Show all lines from the records below in which the string "Carlo" is present.

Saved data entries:
BEGIN

def run_method(fam: EstimatedFamily, method: str, *, level: float = 0.95,
               alternative: str = "two-sided", rng: Any = None, span: str = "family",
               points: int | None = None, replicates: int | None = None) -> FamilyResult:
    """Apply one multiplicity method to an estimated family (see the module notes).

    Each contrast is referred to its own df (``fam.dfs``): all the residual
    df for pooled and sandwich standard errors, Satterthwaite's per contrast
    for Welch-type ones (:mod:`nestfit.contrasts._variance`).
    """
    key = _method_key(method)
    level = check_level(level)
    check_alternative(alternative)
    two_sided = alternative == "two-sided"
    est = np.array([e.estimate for e in fam.estimates])
    se = np.array([e.std_error for e in fam.estimates])
    t = est / se
    dfs, m = fam.dfs, len(fam)
    p = np.asarray(p_value(t, dfs, alternative), dtype=float)
    name = NAMES[key]
    source = fam.means.source
    notes = [_NOTES[key]] if key in _NOTES else []
    kind = _INTERVALS[key]
    integration: float | None = None
    if key in ("scheffe", "tukey") and not two_sided:
        raise ContrastError(f"{key} gives two-sided intervals only; use max-t (or dunnett for a "
                            f"many-to-one family) with alternative={alternative!r}")
    if key in P_METHODS:
        p_adj = adjust_pvalues(p, key)
        crit = _interval_multiplier(kind, m, level, dfs, two_sided)
        if key in ("holm", "hochberg", "hommel", "holm-sidak"):
            notes.append(_STEPWISE_NOTE.format(name=name, kind=_KIND_NAMES[kind]))
    elif key == "scheffe":
        q = _scheffe_rank(fam, span)
        p_adj = stats.f.sf(t * t / q, q, dfs)
        crit = np.sqrt(q * np.asarray(stats.f.ppf(level, q, dfs), dtype=float))
        what = ("every contrast of the level means" if span == "all"
                else "every contrast in the span of the family")
        notes.append(f"Scheffe's intervals hold simultaneously for {what} (q = {q}), including "
                     "contrasts chosen after looking at the data")
    elif key == "tukey":
        k = _check_tukey(fam)
        p_adj = stats.studentized_range.sf(np.abs(t) * math.sqrt(2.0), k, dfs)
        crit = _per_df(dfs, lambda d: stats.studentized_range.ppf(level, k, d) / math.sqrt(2.0))
        if source.per_contrast_df:
            name = f"Games-Howell ({k} means; Tukey-Kramer with Welch-type standard errors and df)"
            notes = []  # the Tukey-Kramer note does not apply; the variance note below does
        else:
            name = f"{name} ({k} means)"
    else:
        if key == "dunnett":
            name = f"{name}, control {_check_dunnett(fam)}"
        p_adj, crit, integration, dist = _max_t(fam, key, level, alternative, t, p, dfs,
                                                np.random.default_rng(rng), points, replicates)
        if key == "step-down-max-t":
            notes.append("step-down max-t has no intervals of its own: the intervals shown are "
                         "the single-step max-t intervals, so the step-down test can reject a "
                         "contrast whose interval contains 0")
        notes.append(f"multivariate t integration by {dist.backend} ({dist.points} points x "
                     f"{len(dist.seeds)} replicates); adjusted p-values and the coverage are "
                     f"accurate to about {integration:.1g}")
    if source.key != "pooled":
        notes.append(_variance_note(source.key, key))
    half = crit * se
    lower = est - half if alternative != "less" else np.full(m, -math.inf)
    upper = est + half if alternative != "greater" else np.full(m, math.inf)
    what = ("per-contrast (not simultaneous)" if kind == "per-contrast"
            else "simultaneous (Games-Howell)" if kind == "tukey" and source.per_contrast_df
            else f"simultaneous ({_KIND_NAMES[kind]})")
    rows = tuple(
        ContrastRow(e.label, tuple(e.weight_map.items()), float(est[i]), float(se[i]),
                    e.df, float(t[i]), float(p[i]), float(p_adj[i]), float(lower[i]),
                    float(upper[i]), float(crit[i]))
        for i, e in enumerate(fam.estimates))
    means = fam.means
    common = float(crit[0]) if np.all(crit == crit[0]) else math.nan
    return FamilyResult(
        fam.name, fam.kind, key, name, error_rate(key), level, alternative,
        means.fit.response_name, means.factor, means.fit.name, means.fit.n_obs, fam.df, fam.rank,
        rows, what, common, integration, tuple(notes), means.levels,
        tuple(float(x) for x in means.estimates), means.adjusted, source.key, source.name,
        source.assumptions)
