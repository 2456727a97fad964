"""One-page report of an analysis: a self-contained HTML5 page, and the same page printed to PDF.

The page holds everything a reader needs to judge one star's closest approach: the inputs with their errors and
correlations, t_ph, d_ph and v_ph (Monte Carlo median with its 16-84 % and 5-95 % intervals, the linear answer
beside it), the threshold probabilities to the resolution their Monte Carlo error allows, the error budget (table
and figure), what the encounter does (:mod:`perierr.encounter`: the peak magnitude and proper motion, the Sun's
impulse, the strength proxies, the near-side comets' impulses, each with its intervals and the input that dominates
its budget; P(d_ph < r) for every Oort radius; why a quantity is not given; the sentence
:data:`perierr.cautions.SHOWER` once), the re-observation plan or what dominates the error, every caution once, the
sentence on what the numbers are not (:data:`perierr.cautions.HAZARD`) and the provenance of the run.

Design:

* self-contained: figures are PNG data URIs, the stylesheet is inline, nothing is fetched (no fonts, scripts or
  images from elsewhere), so the file can be mailed or archived as it is;
* reproducible: nothing depends on the clock or the machine, so the same inputs and seed give the same bytes;
* every number shown with an uncertainty is rounded by the Particle Data Group rule
  (:func:`perierr.report.rounding.round_interval`); shares read as in the text reports
  (:func:`perierr.report.shares.format_share`);
* every text is HTML-escaped (a star's name is data, never markup);
* readable on a screen from 800 px wide (wide tables scroll inside their own box) and in print (an ``@media
  print`` rule: black text, no backgrounds, no scroll boxes); colours from the colour-blind-safe palette of
  Okabe & Ito (2008) and never the only carrier of meaning (cautions and notes are labelled in words).

The figures are listed once, in :data:`FIGURES`, as ``(title, caption, function)`` entries; a function takes the
analysis and returns a ``matplotlib.figure.Figure`` (an :class:`~perierr.errors.InputError` from it, e.g. no
budget to draw, leaves the figure out with the reason).

The PDF is the same page printed by a headless Chromium (:func:`find_browser`); without one,
:func:`pdf_report` says so and points to the HTML page, which needs no browser.
"""

from __future__ import annotations

import base64
import html
import io
import json
import math
import os
import shutil
import signal
import subprocess
import tempfile
from pathlib import Path

import numpy as np

from .._version import __version__
from ..cautions import HAZARD, SHOWER
from ..errors import InputError, PerierrError
from ..star.fields import CORRELATIONS, split_correlation
from ..units import (
    AU_PER_PC,
    ENCOUNTER_LABELS,
    ERROR_LABELS,
    INDEX,
    INTERNAL_LABELS,
    OBSERVABLES,
    OUTPUT_LABELS,
    OUTPUTS,
)
from .figures import PALETTE, budget_figure, corner_figure, distance_figure, separation_figure
from .files import atomic_path
from .rounding import round_interval
from .shares import format_share, input_label
from .tables import input_digest
from .text import SIDE_FRACTION, probability_parts
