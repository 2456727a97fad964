"""Edges of perierr.encounter that its other tests leave open (written against the survivors of a mutmut run).

Every check names its outside reference beside it: astropy (units, SkyCoord, constants), scipy (the truncated
normal's inverse CDF), numpy by hand (finite differences, Hazen quantiles, the ``default_rng([seed, key])``
streams), Kepler's third law, and the module docstring's closed forms. The texts a reader sees (reasons,
cautions, JSON keys) are checked word for word. Stars are invented; straight lines and small draws only.
Each test computes its own run (no shared fixture), so that a mutation-test run ties each test to the
functions it reaches.
"""

import math
import warnings
from types import SimpleNamespace

import astropy.units as u
import numpy as np
import pytest
from astropy.coordinates import CartesianRepresentation, SkyCoord
from encounter_runs import run as shared_run
from encounter_runs import star_of
from scipy import stats

import perierr
from perierr.budget.inputs import budget_inputs
from perierr.calibration import Calibration
from perierr.cautions import SHOWER
from perierr.encounter import (
    _budget,
    _described,
    _differential_impulse,
    _geometry,
    _passage,
    encounter_effects,
    encounter_rng,
    parse_positions,
    parse_radii,
    quantity_words,
)
from perierr.errors import InputError
from perierr.models.focusing import Focused

LN10 = math.log(10.0)
#: pc per au and yr per pc/(km/s), by astropy units
AU_PC = float((1 * u.au).to_value(u.pc))
YR_PER_PC_KMS = float((1 * u.pc / (u.km / u.s)).to_value(u.yr))

OBSERVABLES = ("ra", "dec", "parallax", "pmra", "pmdec", "radial_velocity")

END

— Reply —
correlations, t_ph, d_ph and v_ph (Monte Carlo median with its 16-84 % and 5-95 % intervals, the linear answer
beside it), the threshold probabilities to the resolution their Monte Carlo error allows, the error budget (table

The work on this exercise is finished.